Thursday, 14 de November de 2024 ISSN 1519-7670 - Ano 24 - nº 1314

Adriana Chiarini

‘A convergência tecnológica de televisão, telefonia e informática já está ocorrendo e vai se ampliar. Ontem, no Rio, o diretor de tecnologia da Rede Globo, Fernando Bittencourt, previu que imagens de TV serão recebidas também em celulares e palmtops, e com boa qualidade. Só não soube prever quando isso vai ocorrer. Nas residências, a TV será também computador, com conteúdo sob demanda.

Além disso, haverá outras formas de gravação, como o DVD de alta definição, e o cinema deixará de ter cópias em película e passará a ser digital, captado na sala de exibição por parabólica, a partir de um gerador.

De acordo com Bittencourt, o modelo de negócios a partir dessas convergências ainda precisa ser discutido. ‘Com certeza, vai afetar fortemente o negócio das mídias. A convergência é interessante de um lado e desafiadora de outro’, observou.

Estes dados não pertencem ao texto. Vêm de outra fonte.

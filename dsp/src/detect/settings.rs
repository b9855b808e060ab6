//! Detector settings in physical units, validated by a build step.
//!
//! Settings → build → active: people edit [`DetectorSettings`] in Hz and
//! seconds; [`DetectorSettings::validate`] checks them and the detector
//! constructors turn them into ready-to-run coefficients. A setting that fails
//! to build returns a [`ConfigError`] naming the parameter and its allowed range.

use crate::detect::window::Window;
use crate::error::{ConfigError, Param};

/// Lowest sample rate accepted, Hz.
pub const MIN_SAMPLE_RATE_HZ: f32 = 4_000.0;
/// Highest sample rate accepted, Hz.
pub const MAX_SAMPLE_RATE_HZ: f32 = 250_000.0;
/// The beacon tone must lie below this fraction of the sample rate.
pub const MAX_FREQ_FRACTION: f32 = 0.45;
/// The beacon tone must lie at least this many bandwidths above DC.
pub const MIN_FREQ_BANDWIDTHS: f32 = 5.0;
/// Narrowest detection bandwidth (ENBW), Hz.
pub const MIN_BANDWIDTH_HZ: f32 = 0.05;
/// Widest detection bandwidth (ENBW), Hz.
pub const MAX_BANDWIDTH_HZ: f32 = 50.0;
/// Readout rate range, Hz.
pub const MIN_READOUT_RATE_HZ: f32 = 10.0;
/// Readout rate range, Hz.
pub const MAX_READOUT_RATE_HZ: f32 = 100.0;
/// Most blocks the block detector keeps in flight at once (overlap factor).
pub const MAX_OVERLAP: usize = 16;
/// Longest block the f32 Goertzel recurrence is trusted with, samples.
pub const MAX_BLOCK_LEN: u32 = 1 << 20;

/// The beacon tone: one of the usual presets or any custom frequency.
///
/// 512 Hz and 640 Hz are the two usual sonde frequencies (common practice of the
/// trade, no published source); 8192 Hz and 32768 Hz also exist.
#[derive(Clone, Copy, Debug, PartialEq)]
#[cfg_attr(feature = "defmt", derive(defmt::Format))]
pub enum Beacon {
    /// 512 Hz.
    Hz512,
    /// 640 Hz.
    Hz640,
    /// 8192 Hz.
    Hz8192,
    /// 32768 Hz.
    Hz32768,
    /// Any other frequency, Hz.
    Custom(f32),
}

impl Beacon {
    /// The tone frequency in Hz.
    ///
    /// ```
    /// use undertone_dsp::Beacon;
    /// assert_eq!(Beacon::Hz640.freq_hz(), 640.0);
    /// assert_eq!(Beacon::from_hz(8192.0), Beacon::Hz8192);
    /// ```
    pub fn freq_hz(self) -> f32 {
        match self {
            Beacon::Hz512 => 512.0,
            Beacon::Hz640 => 640.0,
            Beacon::Hz8192 => 8192.0,
            Beacon::Hz32768 => 32768.0,
            Beacon::Custom(f) => f,
        }
    }

    /// The preset matching a frequency exactly, else `Custom`.
    pub fn from_hz(f: f32) -> Self {
        match f {
            512.0 => Beacon::Hz512,
            640.0 => Beacon::Hz640,
            8192.0 => Beacon::Hz8192,
            32768.0 => Beacon::Hz32768,
            x => Beacon::Custom(x),
        }
    }
}

/// Which detector turns samples into phasors.
#[derive(Clone, Copy, Debug, PartialEq)]
#[cfg_attr(feature = "defmt", derive(defmt::Format))]
pub enum DetectorKind {
    /// Windowed generalised Goertzel over overlapping blocks.
    Block {
        /// Taper applied to each block.
        window: Window,
    },
    /// Continuous lock-in: mix, block-average, n-pole low-pass.
    LockIn {
        /// Number of cascaded first-order poles, 1 to 4.
        poles: u8,
    },
}

impl DetectorKind {
    /// The receiver's default: a 4-pole lock-in (cheapest per sample, smooth output).
    pub const DEFAULT: DetectorKind = DetectorKind::LockIn { poles: 4 };
}

/// Everything the detector needs, in physical units.
///
/// ```
/// use undertone_dsp::{Beacon, DetectorKind, DetectorSettings, Param, Window};
/// let s = DetectorSettings::new(48_000.0, Beacon::Hz640);
/// assert!(s.validate().is_ok());
/// assert_eq!(s.kind, DetectorKind::LockIn { poles: 4 });
/// let block = s.with_kind(DetectorKind::Block { window: Window::Hann });
/// assert!(block.bandwidth_hz > 0.0 && block.validate().is_ok());
/// // A setting out of range names itself and its range.
/// let mut bad = s;
/// bad.sample_rate_hz = 1_000.0;
/// let e = bad.validate().unwrap_err();
/// assert_eq!((e.param, e.min, e.max), (Param::SampleRate, 4_000.0, 250_000.0));
/// ```
#[derive(Clone, Copy, Debug, PartialEq)]
#[cfg_attr(feature = "defmt", derive(defmt::Format))]
pub struct DetectorSettings {
    /// ADC sample rate, Hz (4 kHz to 250 kHz).
    pub sample_rate_hz: f32,
    /// Beacon tone.
    pub beacon: Beacon,
    /// Detection bandwidth, Hz: the equivalent noise bandwidth about the tone
    /// (a block detector's ENBW in Hz; twice a lock-in low-pass's one-sided ENBW).
    pub bandwidth_hz: f32,
    /// Detector kind.
    pub kind: DetectorKind,
    /// How often a readout is produced, Hz (10 to 100).
    pub readout_rate_hz: f32,
}

impl DetectorSettings {
    /// Settings with the default detector and bandwidth for `beacon`, 20 readouts/s.
    pub fn new(sample_rate_hz: f32, beacon: Beacon) -> Self {
        let kind = DetectorKind::DEFAULT;
        Self { sample_rate_hz, beacon, bandwidth_hz: default_bandwidth_hz(beacon, kind), kind, readout_rate_hz: 20.0 }
    }

    /// Same settings with another detector kind and that kind's default bandwidth.
    pub fn with_kind(mut self, kind: DetectorKind) -> Self {
        self.kind = kind;
        self.bandwidth_hz = default_bandwidth_hz(self.beacon, kind);
        self
    }

    /// Check every field; the first one out of range is returned.
    pub fn validate(&self) -> Result<(), ConfigError> {
        let fs = ConfigError::check(Param::SampleRate, self.sample_rate_hz, MIN_SAMPLE_RATE_HZ, MAX_SAMPLE_RATE_HZ)?;
        let bw = ConfigError::check(Param::Bandwidth, self.bandwidth_hz, MIN_BANDWIDTH_HZ, MAX_BANDWIDTH_HZ)?;
        let fmax = MAX_FREQ_FRACTION * fs;
        let fmin = MIN_FREQ_BANDWIDTHS * bw;
        let f = self.beacon.freq_hz();
        ConfigError::check(Param::BeaconFrequency, f, fmin, fmax)?;
        if f >= fmax {
            return Err(ConfigError { param: Param::BeaconFrequency, value: f, min: fmin, max: fmax });
        }
        ConfigError::check(Param::ReadoutRate, self.readout_rate_hz, MIN_READOUT_RATE_HZ, MAX_READOUT_RATE_HZ)?;
        if let DetectorKind::LockIn { poles } = self.kind {
            ConfigError::check(Param::Poles, poles as f32, 1.0, 4.0)?;
        }
        Ok(())
    }
}

/// Default detection bandwidth (ENBW, Hz) for a beacon and detector kind.
///
/// Chosen so the detector rejects the nearest 50 Hz and 60 Hz mains harmonics
/// by at least 60 dB (512 Hz sits 12 Hz from 500 Hz; 640 Hz 10 Hz from 650 Hz;
/// 8192 Hz and 32768 Hz 8 Hz from 8200 Hz and 32760 Hz), checked in `tests/`.
pub fn default_bandwidth_hz(beacon: Beacon, kind: DetectorKind) -> f32 {
    // Offset to the nearest harmonic on either grid, at nominal grid frequency.
    let f = beacon.freq_hz();
    let near = nearest_harmonic_offset_hz(f, 50.0).min(nearest_harmonic_offset_hz(f, 60.0));
    let near = if near.is_finite() && near > 0.5 { near } else { 10.0 };
    match kind {
        // n-pole lock-in: per-pole corner fp = 1/(2πτ) set so (1 + (Δ/fp)²)^(n/2)
        // reaches 66 dB (6 dB margin over 60 dB); bandwidth B = 2·B_lp = 2·(B_lp·τ)/τ.
        DetectorKind::LockIn { poles } => {
            let p = poles.clamp(1, 4) as f32;
            // Per-pole corner that gives 66 dB at Δ: (1+(Δ/fp)^2)^(p/2) = 10^(66/20).
            let x = crate::powf::powf(10.0, 66.0 / (10.0 * p)) - 1.0;
            let fp = near / libm::sqrtf(x);
            let tau = 1.0 / (2.0 * core::f32::consts::PI * fp);
            (2.0 * enbw_tau_product(poles) / tau).clamp(MIN_BANDWIDTH_HZ, MAX_BANDWIDTH_HZ)
        }
        // Windowed block: rejection beyond the main lobe is set by the sidelobes;
        // place the harmonic at least `lobe` bins away.
        DetectorKind::Block { window } => {
            let lobe_bins = match window {
                Window::Rectangular => 320.0, // sidelobes fall as 1/(πδ): −60 dB needs δ ≈ 320 bins
                Window::Hann => 8.0,
                Window::BlackmanHarris4 => 4.5,
            };
            let bin_hz = near / lobe_bins;
            (window.enbw_bins() * bin_hz).clamp(MIN_BANDWIDTH_HZ, MAX_BANDWIDTH_HZ)
        }
    }
}

/// ENBW·τ of n cascaded identical first-order poles: Γ(n−½)/(4√π·Γ(n)).
pub fn enbw_tau_product(poles: u8) -> f32 {
    match poles {
        0 | 1 => 0.25,
        2 => 0.125,
        3 => 3.0 / 32.0,
        _ => 5.0 / 64.0,
    }
}

/// Distance from `f` to the nearest harmonic of `grid_hz`, Hz.
pub fn nearest_harmonic_offset_hz(f: f32, grid_hz: f32) -> f32 {
    let n = libm::roundf(f / grid_hz).max(1.0);
    libm::fabsf(f - n * grid_hz)
}
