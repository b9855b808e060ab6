//! The board image builds for `thumbv7em-none-eabihf` and fits its budget
//! (160 KiB of flash, goal 128 KiB; 32 KiB of static RAM), as `cargo board` reports it.
//!
//! Without the board target the test is listed as ignored with the reason
//! (`rustup target add thumbv7em-none-eabihf`, or `cargo board`, which installs
//! it); `UNDERTONE_REQUIRE_QEMU=1` (set by `.ci/run`) makes it mandatory.

use undertone_tests::target::{build_board_in, image_size, workspace, FLASH_BUDGET, RAM_BUDGET};

#[test]
#[cfg_attr(
    undertone_no_target,
    ignore = "board build NOT RUN: the thumbv7em-none-eabihf target is not installed (run `cargo board`, which installs it)"
)]
fn board_image_builds_within_its_budget() {
    // Its own target folder: the `cargo test` that runs this holds the workspace's.
    let elf = build_board_in(Some(&workspace().join("target").join("board-check"))).unwrap_or_else(|e| panic!("{e}"));
    let size = image_size(&std::fs::read(&elf).unwrap()).unwrap();
    println!("board image: flash {} bytes of {}, static RAM {} bytes of {}", size.flash, FLASH_BUDGET, size.ram, RAM_BUDGET);
    assert!(size.flash <= FLASH_BUDGET, "flash {} bytes over the budget of {}", size.flash, FLASH_BUDGET);
    assert!(size.ram <= RAM_BUDGET, "static RAM {} bytes over the budget of {}", size.ram, RAM_BUDGET);
}
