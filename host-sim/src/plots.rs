//! Plots as PNG and SVG (plotters), with an embedded font so no system fonts
//! are needed. Each file is drawn into a temporary file beside the target
//! (`tempfile`) and persisted into place, so a failed run never leaves a
//! half-written plot.
//!
//! A [`Figure`] is a column of [`Panel`]s sharing one legend, drawn to the
//! right of the data so it never covers it, and a caption (the caution) under
//! them. Each panel has one quantity per axis (a second quantity goes on the
//! right-hand axis), points with ±σ bars where the series carries σ, dashed
//! vertical marks (the point over the sonde, the peak, the nulls), and points
//! beyond a fixed range drawn as triangles on the edge they left by.

use crate::error::{Result, SimError};
use crate::output::{persist, temp_beside};
use plotters::coord::Shift;
use plotters::prelude::*;
use std::path::{Path, PathBuf};
use std::sync::Once;

static FONT: Once = Once::new();

fn register_font() {
    FONT.call_once(|| {
        let _ = plotters::style::register_font("sans-serif", FontStyle::Normal, epaint_default_fonts::UBUNTU_LIGHT);
        let _ = plotters::style::register_font("sans-serif", FontStyle::Bold, epaint_default_fonts::UBUNTU_LIGHT);
    });
}

/// How a series is drawn.
#[derive(Clone, Copy, Debug, PartialEq, Eq)]
pub enum Style {
    /// A line through the points.
    Line,
    /// A dashed line through the points.
    Dashed,
    /// Dots.
    Dots,
    /// Dots with ±σ bars (σ from [`Series::sigma`]).
    Bars,
}

/// One series.
#[derive(Clone, Debug)]
pub struct Series {
    /// Legend name.
    pub name: String,
    /// Points (x, y).
    pub points: Vec<(f64, f64)>,
    /// One-sigma of each point (for [`Style::Bars`]; empty otherwise).
    pub sigma: Vec<f64>,
    /// Colour.
    pub color: RGBColor,
    /// How it is drawn.
    pub style: Style,
    /// On the right-hand axis.
    pub secondary: bool,
}

impl Series {
    /// A line on the left axis.
    pub fn line(name: impl Into<String>, points: Vec<(f64, f64)>, color: RGBColor) -> Self {
        Series { name: name.into(), points, sigma: Vec::new(), color, style: Style::Line, secondary: false }
    }

    /// Dots on the left axis.
    pub fn dots(name: impl Into<String>, points: Vec<(f64, f64)>, color: RGBColor) -> Self {
        Series { style: Style::Dots, ..Series::line(name, points, color) }
    }

    /// Dots with ±σ bars on the left axis.
    pub fn bars(name: impl Into<String>, points: Vec<(f64, f64, f64)>, color: RGBColor) -> Self {
        Series {
            name: name.into(),
            sigma: points.iter().map(|p| p.2).collect(),
            points: points.into_iter().map(|p| (p.0, p.1)).collect(),
            color,
            style: Style::Bars,
            secondary: false,
        }
    }
}

/// A dashed vertical mark across a panel.
#[derive(Clone, Debug)]
pub struct VLine {
    /// Legend name.
    pub name: String,
    /// Where, in x units.
    pub x: f64,
    /// Colour.
    pub color: RGBColor,
    /// Dashed (else a thin solid line).
    pub dashed: bool,
}
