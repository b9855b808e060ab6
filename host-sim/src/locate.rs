//! `locate`: the receiver in closed loop with a simulated operator who does only
//! what the receiver tells them, from random starts around a scenario's sonde.
//!
//! # The operator's procedure (what the receiver asks of its user)
//! Each readout (20 per second) the operator reads the receiver's hint and:
//! * **a move of a set distance** (any hint that shows a distance to move:
//!   walk ahead/back near the sonde, step left/right, a leg of a sweep): moves
//!   that distance along the handle or sideways at 0.2 m/s keeping the heading,
//!   stops, and stands 0.8 s reading the screen before doing anything else;
//! * **wait**: stands still (the detector is settling, or there is no tone);
//! * **turn in line**: turns on the spot toward the field (the way the bearing
//!   points, 30°/s) while the receiver asks for it;
//! * **walk along** (the receiver cannot yet tell which side the sonde is):
//!   walks forward along the handle at 0.3 m/s keeping the heading, and turns
//!   back (walking backwards) after 3 m without an answer;
//! * **walk the other way** (the field is getting weaker): reverses the way
//!   it walks (once it has gone 0.5 m since the last reversal);
//! * **walk ahead / walk back** without a distance: walks that way along the
//!   handle at 0.3 m/s, keeping the heading;
//! * **hold still**: stands still and, once a depth has been shown for a second,
//!   marks the spot and reads the depth. That ends the start.
//!
//! A sonde that the scenario pushes along its pipe is held where it starts:
//! the push is paused while the crew locates the head (common practice).
//!
//! A start counts as *located* when the marked spot is within
//! `max(0.15 m, 0.1·depth)` of the point over the sonde and the depth read is
//! within 2σ and 5 % of the truth. A start that has not ended after
//! [`MAX_TIME_S`] counts as not located.
//!
//! Every readout on the way is scored against the truth where the head stands:
//! "over" shown farther than that tolerance from the point, and a way (ahead or
//! behind) or a side (left or right) shown while the sonde lies more than the
//! tolerance the other way.
//!
//! Starts are drawn uniformly over the ground within the detection range
//! ([`crate::range::detection_range_m`]) with a uniform random heading, and
//! kept when the best coil's SNR there is at least 20 dB; every start has its
//! own noise seed. Starts run in parallel; the results do not depend on the
//! number of threads.

use crate::error::{Result, SimError};
use crate::motion::Pose;
use crate::range::{best_coil_snr_db, detection_range_m};
use crate::run::receiver_settings;
use crate::scenario::{MotionSpec, Scenario};
use crate::synth::Synth;
use rand::{RngExt, SeedableRng};
use rand_chacha::ChaCha8Rng;
use rayon::prelude::*;
use serde::Serialize;
use undertone_dsp::locate::calibration::Calibration;
use undertone_dsp::locate::guidance::{over_tolerance_m, Across, Along, Guidance, Hint};
use undertone_dsp::{Head, Readout, Receiver};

Nos negócios que surgem da convergência tecnológica, o consumidor terá papel cada vez mais relevante. ‘Tudo vai depender das escolhas do consumidor’, considerou o presidente da Net Serviços e da Associação Brasileira de Televisão por Assinatura (ABTA), Francisco Valim. ‘O mundo vai se dividir entre produtores e distribuidores de conteúdo’ e esses últimos em duas categorias – com fio e sem fio. ‘O grande desafio é a disputa das horas. A pessoa vai usar aparelhos e conteúdos da forma que lhe for mais conveniente.’

Segundo Valim, a NET tem capacidade para transmitir 700 canais, mas não haveria oferta de conteúdo nem público disposto a tanto. Ele lembrou também que a receita média por operadora está caindo e a diferença para essa receita crescer vai depender da qualidade do serviço, das aplicações, de informação e entretenimento.

Outra questão é o sistema regulatório, avalia o advogado Marcos Bitelli, do Instituto de Estudos da Televisão (IBTV). Ele observa que a Constituição de 1988 trata a Comunicação Social por Telecomunicação quando o suporte é de telefonia e de Radiodifusão quando a transmissão é por ondas de rádio ou TV, não prevendo a convergência tecnológica. Ele lembrou que há uma impossibilidade técnica da legislação brasileira controlar conteúdos internacionais e agora o acesso à informação não depende mais só de grandes transmissores, mas passou a ser bidirecional, dependendo muito de cada usuário.’



Tribuna da Imprensa

‘Convergência tecnológica de mídias cresce no País’, copyright Tribuna da Imprensa, 10/09/04

‘A convergência tecnológica de televisão, telefonia e informática já está ocorrendo e vai se ampliar. Ontem, o diretor de Tecnologia da Rede Globo, Fernando Bittencourt, já deu um panorama do futuro prevendo que a televisão será recebida também em celulares e palmtops com boa qualidade de vídeo.

A televisão fixa nas residências, por sua vez, será um misto de televisão e computador, com conteúdo sob demanda. No Japão e na Coréia, disse, já se faz transmissão de TV por banda larga ‘com altíssima qualidade’. Haverá outras formas de armazenagem, como o DVD de alta definição, e o cinema deverá deixar de ter cópias em película e passar a ser digital, captado na sala de exibição por parabólica a partir de um gerador para todas as salas com aquele filme.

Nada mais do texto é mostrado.